In an effort to discharge the burden which rested upon him to show, prima facie at least, that he had title to the land (Atkinson v. Shelton,160 S.W. 316), appellee proved that certificate No. 447, issued to Joseph Beaty, was conveyed to John McKinney September 2, 1839, and then proved that on April 30, 1874, the administrator de bonis non of McKinney's estate sold and, as directed by the probate court, conveyed said certificate to S.W. Weaver, whose title he (appellee) had acquired.

The conclusion of the trial court that the effect of the conveyance by the administrator was to pass the title to the land in controversy to Weaver is attacked as erroneous, because it appeared, appellants insist, that before said conveyance was made the land had been located by virtue of a duplicate of said certificate No. 447. If it did so appear, then the contention must be sustained, for it is settled by decision of the Supreme Court "that a sale by an administrator of a certificate after it has been located," quoting the language of Chief Justice Gaines in Thompson v. Langdon, 87 Tex. 259, 28 S.W. 935, "will not pass the title to the land." East v. Dugan, 79 Tex. 329, 15 S.W. 273; Hume v. Ware,87 Tex. 383, 28 S.W. 935; Whittaker v. Thayer, 48 Tex. Civ. App. 508,110 S.W. 788; Lubbock v. Binns, 20 Tex. Civ. App. 401, 50 S.W. 586.

As establishing their contention appellants point to the parts of the record which show that a survey of the land was made December 2, 1872, by virtue of the duplicate certificate; that field notes of the survey were returned to and filed in the General Land Office March 25, 1873; that the survey was corrected by field notes made July 13, 1874, and again by field notes made September 3, 1874; and that the survey as corrected by the field notes last mentioned was patented October 29, 1874.

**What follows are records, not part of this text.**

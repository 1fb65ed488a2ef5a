'use client'

import { useState } from 'react'
import type { FormEvent } from 'react'
import { LiveReading } from '@/components/probes/live-reading'
import type { RecentReadings } from '@/components/probes/use-recent-readings'
import { Button } from '@/components/ui/button'
import { FormError } from '@/components/ui/form-error'
import { Notice } from '@/components/ui/notice'
import type { Problem } from '@/components/ui/problem'
import { TemperatureField } from '@/components/ui/temperature-field'
import { formatTemp } from '@/lib/format'
import type { TemperatureUnit } from '@/lib/format'
import type { StudyDto } from '@/lib/probes/study-schema'
import { shownSentence } from '@/lib/recipes/shown-sentence'
import type { SettlingRule } from '@/lib/science/stability'

export type PlacementDraft = { takenAt: string } | { placedTempC: number; referenceTempC: number }

export type StudyPlacingProps = {
  study: StudyDto
  placed: RecentReadings
  fixed: RecentReadings
  rule: SettlingRule
  baseTempC: number
  unit: TemperatureUnit
  isBusy: boolean
  problem: Problem | null
  onPlace: (draft: PlacementDraft) => Promise<boolean>
}

const labels = { placedTempC: 'The placed probe', referenceTempC: 'The probe that stays' }

/** The next placement: what to do, both readings, and the touch that takes them once both have settled. */
export function StudyPlacing(props: StudyPlacingProps) {
  const { study, placed, fixed, rule, unit, isBusy, problem, onPlace } = props
  const [isByEye, setIsByEye] = useState(false)
  const areSettled = [placed, fixed].every((one) => one.settling?.state === 'settled' && !one.isCut)
  const count = study.placements.length

  function take() {
    const ends = [placed, fixed].map((one) => one.readings?.atMs.at(-1) ?? NaN)
    void onPlace({ takenAt: new Date(Math.min(...ends)).toISOString() })
  }

  return (
    <section>
      <h2 className="text-large">Placement {count + 1}</h2>
      <ol className="mt-1 list-decimal pl-6">
        <li>
          Take {study.probe.name} out of its place, whole, and put it back as for a firing, by the same hand
          and in the same way.
        </li>
        <li>Leave {study.reference.name} where it is, and the heat as it is.</li>
        <li>Wait until both have settled.</li>
      </ol>
      <Notice tone="attention" className="mt-3">
        The wood, the probe and its sheath are hot: gloves, and stand clear of steam and smoke. Follow local
        code and the responsible person.
      </Notice>
      <div className="mt-4">
        <FormError problem={shown(problem, unit)} labels={labels} />
      </div>
      {isByEye ? (
        <ByEye {...props} onBack={() => setIsByEye(false)} />
      ) : (
        <>
          <div className="mt-2 grid gap-x-12 gap-y-4 md:grid-cols-2">
            <LiveReading name={study.probe.name} live={placed} rule={rule} unit={unit} />
            <LiveReading name={study.reference.name} live={fixed} rule={rule} unit={unit} />
          </div>
          <div className="mt-2 flex flex-wrap gap-3">
            <Button
              kind={areSettled ? 'due' : 'main'}
              className="min-h-[85px]! min-w-64 flex-1 text-large!"
              disabled={!areSettled}
              isBusy={isBusy}
              onClick={take}
            >
              Take both
            </Button>
            <Button className="min-h-[85px]! px-6!" onClick={() => setIsByEye(true)}>
              By eye instead
            </Button>
          </div>
        </>
      )}
    </section>
  )
}

function ByEye({
  unit,
  baseTempC,
  isBusy,
  problem,
  onPlace,
  onBack,
}: StudyPlacingProps & { onBack: () => void }) {
  const [placedTempC, setPlacedTempC] = useState<number | null>(null)
  const [referenceTempC, setReferenceTempC] = useState<number | null>(null)
  const [isAsked, setIsAsked] = useState(false)
  const missing = 'Give what it reads, in figures.'

  async function submit(event: FormEvent) {
    event.preventDefault()
    setIsAsked(true)
    if (placedTempC === null || referenceTempC === null) return
    if (!(await onPlace({ placedTempC, referenceTempC }))) return
    setPlacedTempC(null)
    setReferenceTempC(null)
    setIsAsked(false)
  }

  return (
    <form method="post" onSubmit={(event) => void submit(event)} noValidate>
      <div className="mt-2 grid max-w-[34rem] gap-x-8 gap-y-3 sm:grid-cols-2">
        <TemperatureField
          name="placedTempC"
          label="The placed probe reads"
          personUnit={unit}
          valueC={placedTempC}
          onValueChangeC={setPlacedTempC}
          error={problem?.fields?.['placedTempC'] ?? (isAsked && placedTempC === null ? missing : undefined)}
        />
        <TemperatureField
          name="referenceTempC"
          label="The probe that stays reads"
          hint={`${formatTemp(baseTempC, unit)} or more, where a dose is made.`}
          personUnit={unit}
          valueC={referenceTempC}
          onValueChangeC={setReferenceTempC}
          error={
            shownField(problem, 'referenceTempC', unit) ??
            (isAsked && referenceTempC === null ? missing : undefined)
          }
        />
      </div>
      <div className="mt-3 flex flex-wrap gap-3">
        <Button type="submit" kind="main" className="min-h-14! px-6!" isBusy={isBusy}>
          Keep this placement
        </Button>
        <Button className="min-h-14! px-6!" onClick={onBack}>
          From the probes themselves
        </Button>
      </div>
    </form>
  )
}

function shownField(problem: Problem | null, name: string, unit: TemperatureUnit): string | undefined {
  const sentence = problem?.fields?.[name]
  return sentence === undefined ? undefined : shownSentence(name, sentence, unit)
}

/** The server's sentences say °C. */
function shown(problem: Problem | null, unit: TemperatureUnit): Problem | null {
  if (problem === null || problem.fields === undefined) return problem
  const fields = Object.entries(problem.fields).map(([name, sentence]) => [
    name,
    shownSentence(name, sentence, unit),
  ])
  return { ...problem, fields: Object.fromEntries(fields) }
}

Combating appellants' contention, appellee insists that under the statute then in force, to wit, Act Aug. 30, 1856 (article 4573, P. D.), a survey of land by virtue of a certificate was not a "location" of the certificate within the meaning of the decisions of the Supreme Court referred to above. The argument is that by force of said Act Aug. 30, 1856, a land certificate could be "located" in no other *Page 691 way than by filing it, with an application for a survey of described land, with the surveyor.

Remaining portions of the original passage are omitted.